TASK BRIEF:
Output only an exact transcription of the line containing "true = response.true_edges" and all lines that follow it in the data below.

== STUDY MATERIAL

"""Insertion ranks: right draws pass, wrong draws are found."""

from __future__ import annotations

import numpy as np
import pytest
from scipy.stats import kstest

from scanfit.explorers.insertion import InsertionRanks, uniformity


def insert(ranks: InsertionRanks, missed: float, count: int) -> None:
    """Replace live points of a problem whose log-likelihood is minus the log of the volume above it.

    New points are uniform in the volume above the threshold, except for the innermost part, `missed` of it.
    """
    random = np.random.default_rng(3)
    live = random.exponential(size=100)
    for _ in range(count):
        worst = int(live.argmin())
        threshold = live[worst]
        live[worst] = threshold - np.log(missed + (1.0 - missed) * random.random())
        ranks.add(live, worst, threshold)


def test_the_distance_is_the_textbook_one() -> None:
    places = np.random.default_rng(1).random(200)
    assert uniformity(places) == pytest.approx(kstest(places, "uniform", method="exact").pvalue, rel=1e-6)


def test_uniform_draws_pass_and_biased_draws_are_found() -> None:
    right, wrong = (InsertionRanks(np.random.default_rng(2)) for _ in range(2))
    insert(right, 0.0, 2000)
    insert(wrong, 0.2, 2000)
    assert right.p_value() > 0.01
    assert right.p_value_rolling(100) > 0.01
    assert wrong.p_value() < 1e-6


def test_a_short_failure_is_found_by_the_rolling_test() -> None:
    ranks = InsertionRanks(np.random.default_rng(2))
    insert(ranks, 0.0, 4000)
    start = len(ranks.places) // 2
    ranks.places[start : start + 100] = [0.5 + 0.5 * place for place in ranks.places[start : start + 100]]
    assert ranks.p_value() > 1e-4
    assert ranks.p_value_rolling(100) < 1e-4


def test_no_ranks_say_nothing() -> None:
    ranks = InsertionRanks(np.random.default_rng(2))
    assert ranks.p_value() == 1.0
    assert ranks.p_value_rolling(10) == 1.0


def test_points_at_or_below_the_threshold_are_no_competitors() -> None:
    # Half of the live points have likelihood zero; a new point above zero competes with the other half only.
    random = np.random.default_rng(4)
    ranks = InsertionRanks(np.random.default_rng(5))
    for _ in range(1000):
        live = np.where(np.arange(100) < 50, -1e300, random.random(100))
        live[0] = random.random()
        ranks.add(live, 0, -1e300)
    assert ranks.p_value() > 0.001
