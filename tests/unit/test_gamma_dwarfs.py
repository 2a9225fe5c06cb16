"""The term, its data file and the energy response."""

import math
from pathlib import Path

import numpy as np
import pytest

from scanfit.contracts import BuildContext
from scanfit.errors import InputError, PointError
from scanfit.likelihoods.candidate import CHANNELS, Annihilation, Candidate, CosmologyOptions
from scanfit.likelihoods.constants import GEV_M2_TO_CM3_S
from scanfit.likelihoods.gamma_dwarfs.dispersion import EnergyResponse, normal_response
from scanfit.likelihoods.gamma_dwarfs.limits import upper_limit
from scanfit.likelihoods.gamma_dwarfs.spectra import LINE, PHOTONLESS, TABLE_CHANNELS, TABLE_COLUMN, photon_table
from scanfit.likelihoods.gamma_dwarfs.telescope import read_observation
from scanfit.likelihoods.gamma_dwarfs.term import GammaDwarfs

RUNS = Path(__file__).parents[2] / "runs"
SKUA = RUNS / "demo" / "skua_dwarfs.toml"
SMALL = """
title = "small"
[energy]
edges = [1.0, 3.0, 10.0]
resolution = 0.1
[telescope]
exposure = 1e11
[[targets]]
name = "one"
log10_j = 18.5
log10_j_error = [0.2, 0.3]
background = [10.0, 2.0]
observed = [11, 1]
"""


def candidate(mass, sigma_v, self_conjugate=True):
    """A candidate with constant sigma v in cm^3/s per channel that makes up all dark matter."""
    values = np.array(list(sigma_v.values())) / GEV_M2_TO_CM3_S

    def by_channel(s):
        return np.outer(values, np.ones_like(s))

    annihilation = Annihilation(tuple(sigma_v), by_channel, lambda s: by_channel(s).sum(axis=0))
    return Candidate(mass, self_conjugate, 2, annihilation, cosmology=CosmologyOptions(underabundant="assume-all"))


def term(inner="profile", data="demo/skua_dwarfs.toml", folder=RUNS):
    return GammaDwarfs(GammaDwarfs.Options(data=data), BuildContext(folder, inner))


def problems(text, tmp_path):
    path = tmp_path / "telescope.toml"
    path.write_text(text)
    with pytest.raises(InputError) as caught:
        read_observation(path)
    assert caught.value.source == str(path)
    return {problem.where: str(problem) for problem in caught.value.problems}


def test_every_final_state_is_known():
    assert set(CHANNELS) == set(TABLE_COLUMN) | PHOTONLESS | {LINE}
    assert [name for name in TABLE_CHANNELS if name not in CHANNELS] == []


def test_the_demo_says_that_it_is_invented_and_how_it_was_made():
    skua = term()
    assert any("invented" in caveat for caveat in skua.caveats)
    assert skua.data_files == (SKUA,)
    data = skua.likelihood.observation
    assert np.array_equal(data.observed, np.random.default_rng(20261201).poisson(data.background))


@pytest.mark.parametrize("inner", ["profile", "marginal"])
def test_the_demo_limit_lies_near_the_thermal_cross_section(inner):
    skua = term(inner)
    found = candidate(80.0, {"bb": 2.2e-26})
    limit = 2.2e-26 * upper_limit(skua.likelihood, skua.flux_per_j(found))
    assert 1e-26 < limit < 4e-26
    assert skua.loglike(found, {}) < skua.loglike(candidate(80.0, {"bb": 0.0}), {})
    assert skua.loglike(candidate(80.0, {"bb": 100.0 * limit}), {}) < skua.loglike(found, {}) - 50.0


def test_final_states_add_up():
    skua = term()
    parts = [skua.flux_per_j(candidate(200.0, {name: 1e-26})) for name in ("bb", "WW", "tautau")]
    mixed = skua.flux_per_j(candidate(200.0, {"bb": 1e-26, "WW": 1e-26, "tautau": 1e-26}))
    assert mixed == pytest.approx(sum(parts), rel=1e-9)
    assert skua.flux_per_j(candidate(200.0, {"dd": 1e-26, "ss": 1e-26})) == pytest.approx(
        2.0 * skua.flux_per_j(candidate(200.0, {"uu": 1e-26}))
    )


def test_particles_with_antiparticles_annihilate_half_as_often():
    skua = term()
    own = skua.flux_per_j(candidate(50.0, {"bb": 1e-26}))
    assert skua.flux_per_j(candidate(50.0, {"bb": 1e-26}, self_conjugate=False)) == pytest.approx(0.5 * own)


def test_an_underabundant_candidate_is_dimmer_by_the_square():
    skua, found = term(), candidate(50.0, {"bb": 1e-26})
    full = skua.flux_per_j(found)
    object.__setattr__(found, "dm_fraction", 0.2)
    assert skua.flux_per_j(found) == pytest.approx(0.04 * full)


def test_a_line_is_seen_at_the_mass():
    skua = term()
    photons = skua.flux_per_j(candidate(100.0, {"gammagamma": 1e-26}))
    edges = skua.likelihood.observation.response.edges
    assert edges[photons.argmax()] <= 100.0 < edges[photons.argmax() + 1]
    assert photons.sum() == pytest.approx(2e-26 / (8.0 * math.pi * 1e4), rel=1e-6)
    # 10 % resolution: bins are 33 % wide, so a few per cent of the photons land two bins away at most.
    assert photons[np.abs(np.arange(24) - photons.argmax()) > 2].sum() < 1e-3 * photons.sum()


def test_masses_outside_the_table_fail_unless_there_is_nothing_to_see():
    skua = term()
    for mass in (2.0, 2e5):
        with pytest.raises(PointError, match="3 to 100000 GeV"):
            skua.loglike(candidate(mass, {"tautau": 1e-26}), {})
        silent = skua.loglike(candidate(mass, {"nunu": 1e-26, "dark": 1e-26}), {})
        assert silent == skua.loglike(candidate(100.0, {"bb": 0.0}), {})


def test_explain_states_limit_and_counts():
    skua = term()
    lines = skua.explain(candidate(100.0, {"bb": 1e-26, "tautau": 2e-26}), {})
    assert lines[0].predicted == pytest.approx(3e-26)
    assert 1e-26 < lines[0].limit < 1e-25
    assert lines[1].observed == skua.likelihood.observation.observed.sum()
    dark = skua.explain(candidate(100.0, {"nunu": 1e-26}), {})
    assert dark[0].limit is None
    assert "no limit" in dark[0].note


@pytest.mark.parametrize("inner", ["profile", "marginal"])
def test_an_injected_signal_is_found_again(inner):
    truth = candidate(60.0, {"bb": 3e-25})
    expected = term(inner).expected(truth, {})
    grid = {
        (mass, factor): expected.loglike(candidate(mass, {"bb": factor * 3e-25}), {})
        for mass in (30.0, 45.0, 60.0, 80.0, 120.0)
        for factor in (0.25, 0.5, 0.75, 1.0, 1.33, 2.0, 4.0)
    }
    mass, factor = max(grid, key=grid.get)
    assert mass == 60.0
    # Integrating over J favours a little less signal: the average J exceeds the measured one.
    assert factor == 1.0 if inner == "profile" else factor in (0.75, 1.0)
    drawn = term(inner).simulate(truth, {}, np.random.default_rng(8))
    assert drawn.loglike(truth, {}) > drawn.loglike(candidate(60.0, {"bb": 0.0}), {}) + 50.0
    again = term(inner).simulate(truth, {}, np.random.default_rng(8))
    assert again.loglike(truth, {}) == drawn.loglike(truth, {})


def test_an_asymmetric_error_and_defaults_are_read(tmp_path):
    path = tmp_path / "telescope.toml"
    path.write_text(SMALL)
    data = read_observation(path)
    assert (data.j_minus[0], data.j_plus[0]) == (0.2, 0.3)
    assert data.acceptance.tolist() == [[1e11, 1e11]]
    assert data.background_error.tolist() == [0.0]
    assert not data.invented


def test_all_problems_of_a_file_are_named_at_once(tmp_path):
    text = (
        SMALL.replace("exposure = 1e11", "exposure = -1.0")
        .replace("log10_j = 18.5", "log10_J = 18.5")
        .replace("observed = [11, 1]", "observed = [11, -1]")
        .replace("background = [10.0, 2.0]", "background = [10.0, 0.0]")
    )
    found = problems(text, tmp_path)
    assert {
        "telescope.exposure.0", "targets.0.log10_J", "targets.0.log10_j", "targets.0.observed.1",
        "targets.0.background.1",
    } == set(found)  # fmt: skip
    assert "did you mean 'log10_j'" in found["targets.0.log10_J"]


def test_lengths_order_and_names_are_checked(tmp_path):
    second = SMALL[SMALL.index("[[targets]]") :]
    text = (
        SMALL.replace("edges = [1.0, 3.0, 10.0]", "edges = [1.0, 3.0, 2.0]")
        .replace("observed = [11, 1]", "observed = [11]")
        .replace("exposure = 1e11", "exposure = [1e11, 1e11, 1e11]")
        + second
    )
    assert set(problems(text, tmp_path)) == {
        "energy.edges", "targets.0.observed", "telescope.exposure", "targets",
    }  # fmt: skip


@pytest.mark.parametrize(
    ("text", "where"),
    [
        (SMALL.replace("resolution = 0.1\n", ""), "energy"),
        (SMALL.replace("resolution = 0.1", "resolution = 0.9"), "energy.resolution"),
        (SMALL.replace("[0.2, 0.3]", "[0.2, 0.3, 0.4]"), "targets.0.log10_j_error"),
        (SMALL.replace("observed = [11, 1]", "observed = [11.5, 1]"), "targets.0.observed.0"),
        (SMALL[: SMALL.index("[[targets]]")], "targets"),
        (
            SMALL.replace("resolution = 0.1", "dispersion = { true_edges = [1.0, 5.0], matrix = [[0.5, 0.6]] }"),
            "energy.dispersion.matrix.0",
        ),
        (
            SMALL.replace("resolution = 0.1", "dispersion = { true_edges = [1.0, 5.0, 9.0], matrix = [[0.5, 0.4]] }"),
            "energy.dispersion.matrix",
        ),
        ("title = ", ""),
    ],
)
def test_broken_files_are_refused(text, where, tmp_path):
    assert where in problems(text, tmp_path)


def test_a_missing_file_is_named(tmp_path):
    with pytest.raises(InputError, match="cannot be read"):
        term(data="nowhere.toml", folder=tmp_path)


def test_a_measured_dispersion_moves_photons(tmp_path):
    """A matrix that puts every photon above 3 GeV into the lower bin, half of those below it nowhere."""
    path = tmp_path / "telescope.toml"
    path.write_text(
        SMALL.replace(
            "resolution = 0.1", "dispersion = { true_edges = [1.0, 3.0, 10.0], matrix = [[0.5, 0.0], [1.0, 0.0]] }"
        )
    )
    response = read_observation(path).response
    weights = np.zeros(len(TABLE_CHANNELS))
    weights[TABLE_COLUMN["bb"]] = 1.0
    true = -np.diff(photon_table().photons_above(weights, 100.0, np.array([1.0, 3.0, 10.0])))
    assert response.photons(photon_table(), weights, 0.0, 100.0) == pytest.approx([0.5 * true[0] + true[1], 0.0])
    assert response.line(5.0).tolist() == [1.0, 0.0]
    assert response.line(50.0).tolist() == [0.0, 0.0]


def test_normal_smearing_conserves_photons_and_matches_an_integral():
    """A power law smeared by a tenth, against numerical integration over true energies."""
    edges = np.geomspace(1.0, 100.0, 13)
    response = normal_response(edges, 0.1)
    true = response.true_edges
    smeared = response.matrix @ (true[:-1] ** -1.5 - true[1:] ** -1.5)
    energy = np.geomspace(true[0], true[-1], 200_001)
    density = 1.5 * energy**-2.5
    for k in (0, 5, 11):
        z_low, z_high = ((edge / energy - 1.0) / 0.1 for edge in (edges[k], edges[k + 1]))
        inside = 0.5 * np.vectorize(math.erf)(z_high / math.sqrt(2.0)) - 0.5 * np.vectorize(math.erf)(
            z_low / math.sqrt(2.0)
        )
        assert smeared[k] == pytest.approx(np.trapezoid(density * inside, energy), rel=5e-4)
    middle = (true[:-1] > 2.0) & (true[1:] < 50.0)
    assert response.matrix.sum(axis=0)[middle] == pytest.approx(1.0, abs=1e-6)


def test_perfect_resolution_is_the_identity():
    response = normal_response(np.array([1.0, 2.0, 4.0]), 0.0)
    assert isinstance(response, EnergyResponse)
    assert response.line(3.0).tolist() == [0.0, 1.0]
    assert np.array_equal(response.matrix, np.eye(2))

====

RESPONSE TO THIS EXERCISE:
    true = response.true_edges
    smeared = response.matrix @ (true[:-1] ** -1.5 - true[1:] ** -1.5)
    energy = np.geomspace(true[0], true[-1], 200_001)
    density = 1.5 * energy**-2.5
    for k in (0, 5, 11):
        z_low, z_high = ((edge / energy - 1.0) / 0.1 for edge in (edges[k], edges[k + 1]))
        inside = 0.5 * np.vectorize(math.erf)(z_high / math.sqrt(2.0)) - 0.5 * np.vectorize(math.erf)(
            z_low / math.sqrt(2.0)
        )
        assert smeared[k] == pytest.approx(np.trapezoid(density * inside, energy), rel=5e-4)
    middle = (true[:-1] > 2.0) & (true[1:] < 50.0)
    assert response.matrix.sum(axis=0)[middle] == pytest.approx(1.0, abs=1e-6)


def test_perfect_resolution_is_the_identity():
    response = normal_response(np.array([1.0, 2.0, 4.0]), 0.0)
    assert isinstance(response, EnergyResponse)
    assert response.line(3.0).tolist() == [0.0, 1.0]
    assert np.array_equal(response.matrix, np.eye(2))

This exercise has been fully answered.